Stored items
******************************
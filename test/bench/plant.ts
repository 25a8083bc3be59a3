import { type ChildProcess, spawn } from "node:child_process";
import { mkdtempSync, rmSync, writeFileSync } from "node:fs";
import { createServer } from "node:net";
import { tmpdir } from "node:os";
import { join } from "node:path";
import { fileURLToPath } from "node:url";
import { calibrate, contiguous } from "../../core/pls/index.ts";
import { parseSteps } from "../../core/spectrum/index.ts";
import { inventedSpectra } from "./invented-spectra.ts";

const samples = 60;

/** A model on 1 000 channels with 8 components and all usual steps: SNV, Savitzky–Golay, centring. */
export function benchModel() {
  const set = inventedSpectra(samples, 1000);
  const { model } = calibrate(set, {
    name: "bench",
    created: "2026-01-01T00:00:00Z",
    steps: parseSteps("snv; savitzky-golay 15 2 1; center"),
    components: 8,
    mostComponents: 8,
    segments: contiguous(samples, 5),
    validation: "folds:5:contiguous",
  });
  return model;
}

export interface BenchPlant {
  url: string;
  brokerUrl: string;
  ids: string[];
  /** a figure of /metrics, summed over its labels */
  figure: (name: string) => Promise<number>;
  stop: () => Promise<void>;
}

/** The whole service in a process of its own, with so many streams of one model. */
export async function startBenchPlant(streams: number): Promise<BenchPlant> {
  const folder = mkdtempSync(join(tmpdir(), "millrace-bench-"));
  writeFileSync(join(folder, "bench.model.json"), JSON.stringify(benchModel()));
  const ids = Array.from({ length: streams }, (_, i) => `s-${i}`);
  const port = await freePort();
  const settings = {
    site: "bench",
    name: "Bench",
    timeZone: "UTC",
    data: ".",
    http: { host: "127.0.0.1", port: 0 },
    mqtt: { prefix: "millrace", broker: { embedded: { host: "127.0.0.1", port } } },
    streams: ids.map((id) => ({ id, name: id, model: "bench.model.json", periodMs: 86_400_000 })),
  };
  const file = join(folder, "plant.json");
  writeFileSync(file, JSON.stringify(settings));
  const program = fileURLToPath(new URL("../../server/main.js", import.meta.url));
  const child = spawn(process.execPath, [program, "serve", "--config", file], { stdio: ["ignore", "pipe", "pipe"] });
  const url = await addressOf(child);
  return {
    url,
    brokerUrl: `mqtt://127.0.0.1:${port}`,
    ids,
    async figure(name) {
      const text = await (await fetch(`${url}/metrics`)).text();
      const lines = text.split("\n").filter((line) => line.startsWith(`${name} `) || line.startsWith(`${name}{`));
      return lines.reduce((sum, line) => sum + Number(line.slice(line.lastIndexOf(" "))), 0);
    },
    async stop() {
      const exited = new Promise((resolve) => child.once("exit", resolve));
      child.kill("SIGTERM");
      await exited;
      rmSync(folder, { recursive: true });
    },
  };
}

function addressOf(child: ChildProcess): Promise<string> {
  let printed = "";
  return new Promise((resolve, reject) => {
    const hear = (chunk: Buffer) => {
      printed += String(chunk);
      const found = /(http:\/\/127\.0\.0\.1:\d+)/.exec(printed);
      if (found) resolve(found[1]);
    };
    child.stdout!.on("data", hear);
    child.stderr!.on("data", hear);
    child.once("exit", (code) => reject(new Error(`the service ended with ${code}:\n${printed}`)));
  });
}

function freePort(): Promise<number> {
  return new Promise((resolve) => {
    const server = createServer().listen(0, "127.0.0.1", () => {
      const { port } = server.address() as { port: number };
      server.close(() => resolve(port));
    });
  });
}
******************************
* **Task brief**
The output should be exactly the lines above from the line containing "its labels */" to the line containing "writeFileSync(file, JSON.stringify(settings));", inclusive, with no other lines.

* **Result of the task**
  /** a figure of /metrics, summed over its labels */
  figure: (name: string) => Promise<number>;
  stop: () => Promise<void>;
}

/** The whole service in a process of its own, with so many streams of one model. */
export async function startBenchPlant(streams: number): Promise<BenchPlant> {
  const folder = mkdtempSync(join(tmpdir(), "millrace-bench-"));
  writeFileSync(join(folder, "bench.model.json"), JSON.stringify(benchModel()));
  const ids = Array.from({ length: streams }, (_, i) => `s-${i}`);
  const port = await freePort();
  const settings = {
    site: "bench",
    name: "Bench",
    timeZone: "UTC",
    data: ".",
    http: { host: "127.0.0.1", port: 0 },
    mqtt: { prefix: "millrace", broker: { embedded: { host: "127.0.0.1", port } } },
    streams: ids.map((id) => ({ id, name: id, model: "bench.model.json", periodMs: 86_400_000 })),
  };
  const file = join(folder, "plant.json");
  writeFileSync(file, JSON.stringify(settings));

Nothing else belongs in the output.